■ MATERIAL TO PROCESS:
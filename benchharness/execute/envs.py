"""Environments for runs: a minimal fixed one, and random-size padding.

Pure functions; the runner decides when to use them (``clean_env``,
``pad_env`` in the experiment file) and records the padding length per run.

Why pad: the size of the environment shifts the initial stack address of a
process and with it the alignment of everything on the stack, which alone can
change timings by several percent; randomising it per run turns that hidden
bias into visible noise that the analysis can average (Mytkowicz, Diwan,
Hauswirth & Sweeney 2009, "Producing wrong data without doing anything
obviously wrong!", ASPLOS).
"""

from __future__ import annotations

from typing import Mapping

#: The padding variable's name (its value is ``pad_len`` times ``x``).
PAD_VARIABLE = "BENCHHARNESS_PAD"
#: Upper bound of the padding length in bytes (inclusive); a page of stack.
PAD_MAX_BYTES = 4096
DEFAULT_PATH = "/usr/local/bin:/usr/bin:/bin"


def clean_environment(base: Mapping[str, str], keep=()) -> dict[str, str]:
    """A minimal, fixed environment derived from ``base``.

    Keeps ``PATH`` and ``HOME`` from ``base`` (defaults ``/usr/local/bin:/usr/bin:/bin``
    and ``/``), sets ``LANG=C.UTF-8``, ``LC_ALL=C.UTF-8`` and ``TZ=UTC``, and copies
    the variables named in ``keep`` that ``base`` has. Nothing else (no terminal,
    session or user-specific variables) reaches the command.
    """
    env = {
        "PATH": base.get("PATH") or DEFAULT_PATH,
        "HOME": base.get("HOME") or "/",
        "LANG": "C.UTF-8",
        "LC_ALL": "C.UTF-8",
        "TZ": "UTC",
    }
    for name in keep:
        if name in base:
            env[name] = base[name]
    return env


def pad_environment(env: Mapping[str, str], rng) -> tuple[dict[str, str], int]:
    """Return a copy of ``env`` with `PAD_VARIABLE` of random length 0..4096 bytes.

    ``rng`` is a ``numpy.random.Generator`` (``integers``) or a ``random.Random``
    (``randint``); the length is drawn uniformly, inclusive of both ends, so a
    seeded run is reproducible. Returns ``(env, pad_len)``; record ``pad_len``.
    """
    if hasattr(rng, "integers"):
        n = int(rng.integers(0, PAD_MAX_BYTES + 1))
    else:
        n = int(rng.randint(0, PAD_MAX_BYTES))
    out = dict(env)
    out[PAD_VARIABLE] = "x" * n
    return out, n


__all__ = ["clean_environment", "pad_environment", "PAD_VARIABLE", "PAD_MAX_BYTES"]
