"""A simulated system: an executor that draws run times from a known model.

`SimulatedExecutor` implements the `Executor` protocol (see `base.py`) without
starting any process. Each call to ``execute`` draws one run time from a
lognormal distribution whose parameters come from a `SimulatedModel` and the
run's ``spec.levels``. Because the truth is known by construction, statistical
procedures (the regression gate, the analysis, replicate sizing) can be checked
against it: a planted effect must be found, a null effect must not be found
more often than the stated error rate.

The model, for a run at execution position ``p`` (0, 1, 2 ... counted over all
calls to this executor, warm-ups included) with levels ``L``::

    mean_s(L, p) = base_s * prod_f effects[f][L[f]] * exp(drift_per_run * p)
    wall_s ~ LogNormal(log(mean_s) - s**2 / 2, s),   s**2 = log(1 + cv**2)

so ``mean_s`` is the expected run time, ``cv`` the coefficient of variation of
each run time (the same for every cell, so ratios of means equal ratios of
medians) and ``drift_per_run`` a linear drift on the log scale (a machine that
slows down or speeds up steadily; 0.001 means about +0.1 % per run).
Occasional slow runs (another job on the host, a cache flush): with
probability ``outlier_prob`` a run takes ``outlier_factor`` times as long.
Per-level failure probabilities make a run fail (exit code 1) or time out.
Run times above ``spec.timeout_s`` are reported as timeouts. A throughput
metric (``work_items / wall_s``) can be added to ``Measurement.extra`` to test
higher-is-better responses.

Nothing sleeps: the executor keeps a virtual clock (``started_at`` advances by
each drawn run time from a fixed epoch) so results are reproducible from the
seed alone. Lognormal run-time noise is common practice for modelling
right-skewed timings.
"""

from __future__ import annotations

import math
from dataclasses import dataclass, field
from datetime import datetime, timedelta, timezone
from typing import Mapping

from benchharness.execute.base import Executor, Measurement, OnStart, RunSpec

_EPOCH = datetime(2026, 1, 1, tzinfo=timezone.utc)


@dataclass(frozen=True)
class SimulatedModel:
    """The known truth a `SimulatedExecutor` draws from.

    ``effects`` maps factor name -> level label -> multiplicative effect on the
    mean run time (missing factors/levels mean 1.0). ``failure_prob`` maps factor
    name -> level label -> probability that a run at that level fails
    (probabilities of several factors combine as independent causes).
    ``timeout_share`` is the share of those failures reported as timeouts.
    ``work_items`` (when set) adds ``extra[throughput_name] = work_items / wall_s``.
    ``outlier_prob`` is the chance that a run is slowed by ``outlier_factor``
    (any level, independently of everything else).
    """

    base_s: float = 1.0
    effects: Mapping[str, Mapping[str, float]] = field(default_factory=dict)
    cv: float = 0.03
    drift_per_run: float = 0.0
    failure_prob: Mapping[str, Mapping[str, float]] = field(default_factory=dict)
    timeout_share: float = 0.0
    work_items: float | None = None
    throughput_name: str = "items_per_s"
    outlier_prob: float = 0.0
    outlier_factor: float = 1.5

    def __post_init__(self):
        if not self.base_s > 0:
            raise ValueError("base_s must be positive")
        if not self.cv >= 0:
            raise ValueError("cv must be >= 0")
        for fac, levels in self.effects.items():
            for lab, eff in levels.items():
                if not eff > 0:
                    raise ValueError(f"effect of {fac}={lab} must be positive, got {eff}")
        for fac, levels in self.failure_prob.items():
            for lab, p in levels.items():
                if not 0.0 <= p <= 1.0:
                    raise ValueError(f"failure probability of {fac}={lab} must be in [0, 1]")
        if not 0.0 <= self.outlier_prob <= 1.0:
            raise ValueError("outlier_prob must be in [0, 1]")
        if not self.outlier_factor > 0:
            raise ValueError("outlier_factor must be positive")

    def mean_s(self, levels: Mapping[str, str], position: int = 0) -> float:
        """Expected run time of a run with these levels at this execution position."""
        m = self.base_s
        for fac, lab in levels.items():
            m *= self.effects.get(fac, {}).get(str(lab), 1.0)
        return m * math.exp(self.drift_per_run * position)

    def fail_prob(self, levels: Mapping[str, str]) -> float:
        """Probability that a run with these levels fails or times out."""
        ok = 1.0
        for fac, lab in levels.items():
            ok *= 1.0 - self.failure_prob.get(fac, {}).get(str(lab), 0.0)
        return 1.0 - ok

    @property
    def sigma_log(self) -> float:
        """Standard deviation of log(run time)."""
        return math.sqrt(math.log1p(self.cv ** 2))


class SimulatedExecutor(Executor):
    """Executor drawing lognormal run times from a `SimulatedModel`, seeded.

    ``SimulatedExecutor(model, seed=7)``; ``execute(spec)`` returns a
    `Measurement`. ``position`` is the number of runs executed so far (the
    drift clock). The executor also works as a context manager.
    """

    def __init__(self, model: SimulatedModel | None = None, seed: int | None = None,
                 start_position: int = 0):
        import numpy as np

        self.model = model or SimulatedModel()
        self.rng = np.random.default_rng(seed)
        self.position = int(start_position)
        self._clock = _EPOCH

    def execute(self, spec: RunSpec, on_start: OnStart | None = None) -> Measurement:
        m = self.model
        levels = {str(k): str(v) for k, v in (spec.levels or {}).items()}
        mean = m.mean_s(levels, self.position)
        s = m.sigma_log
        wall = float(self.rng.lognormal(math.log(mean) - s * s / 2.0, s)) if s > 0 else mean
        if m.outlier_prob > 0 and self.rng.random() < m.outlier_prob:
            wall *= m.outlier_factor      # drawn only when asked: other seeds' streams unchanged
        fails = self.rng.random() < m.fail_prob(levels)
        timed_out_by_kind = fails and self.rng.random() < m.timeout_share
        self.position += 1
        started = self._clock
        if on_start is not None:
            on_start(0, 0)
        status, code, msg = "ok", 0, ""
        if spec.timeout_s is not None and (wall > spec.timeout_s or timed_out_by_kind):
            wall = float(spec.timeout_s)
            status, code, msg = "timeout", None, f"killed after {spec.timeout_s:g} s (simulated)"
        elif timed_out_by_kind:
            status, code, msg = "timeout", None, "timed out (simulated)"
        elif fails:
            status, code, msg = "failed", 1, "exit code 1 (simulated failure)"
        self._clock = started + timedelta(seconds=wall)
        extra: dict[str, object] = {}
        if m.work_items is not None and status == "ok":
            extra[m.throughput_name] = m.work_items / wall
        return Measurement(
            status=status, exit_code=code, wall_s=wall,
            user_s=wall * 0.95, sys_s=wall * 0.03, max_rss_kib=10_240,
            minor_faults=1000, major_faults=0, voluntary_switches=5, involuntary_switches=1,
            in_blocks=0, out_blocks=0,
            started_at=started.isoformat(timespec="microseconds"),
            message=msg, extra=extra,
        )

    def close(self) -> None:
        pass

    def __enter__(self):
        return self

    def __exit__(self, *exc):
        self.close()
        return False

■ GOAL OF THE EXERCISE:
Only the lines above starting at the line that holds "by construction, statistical" and ending at the line that holds "times as long." are to be repeated, exactly and in full.

■ SOLVED PROBLEM:
run's ``spec.levels``. Because the truth is known by construction, statistical
procedures (the regression gate, the analysis, replicate sizing) can be checked
against it: a planted effect must be found, a null effect must not be found
more often than the stated error rate.

The model, for a run at execution position ``p`` (0, 1, 2 ... counted over all
calls to this executor, warm-ups included) with levels ``L``::

    mean_s(L, p) = base_s * prod_f effects[f][L[f]] * exp(drift_per_run * p)
    wall_s ~ LogNormal(log(mean_s) - s**2 / 2, s),   s**2 = log(1 + cv**2)

so ``mean_s`` is the expected run time, ``cv`` the coefficient of variation of
each run time (the same for every cell, so ratios of means equal ratios of
medians) and ``drift_per_run`` a linear drift on the log scale (a machine that
slows down or speeds up steadily; 0.001 means about +0.1 % per run).
Occasional slow runs (another job on the host, a cache flush): with
probability ``outlier_prob`` a run takes ``outlier_factor`` times as long.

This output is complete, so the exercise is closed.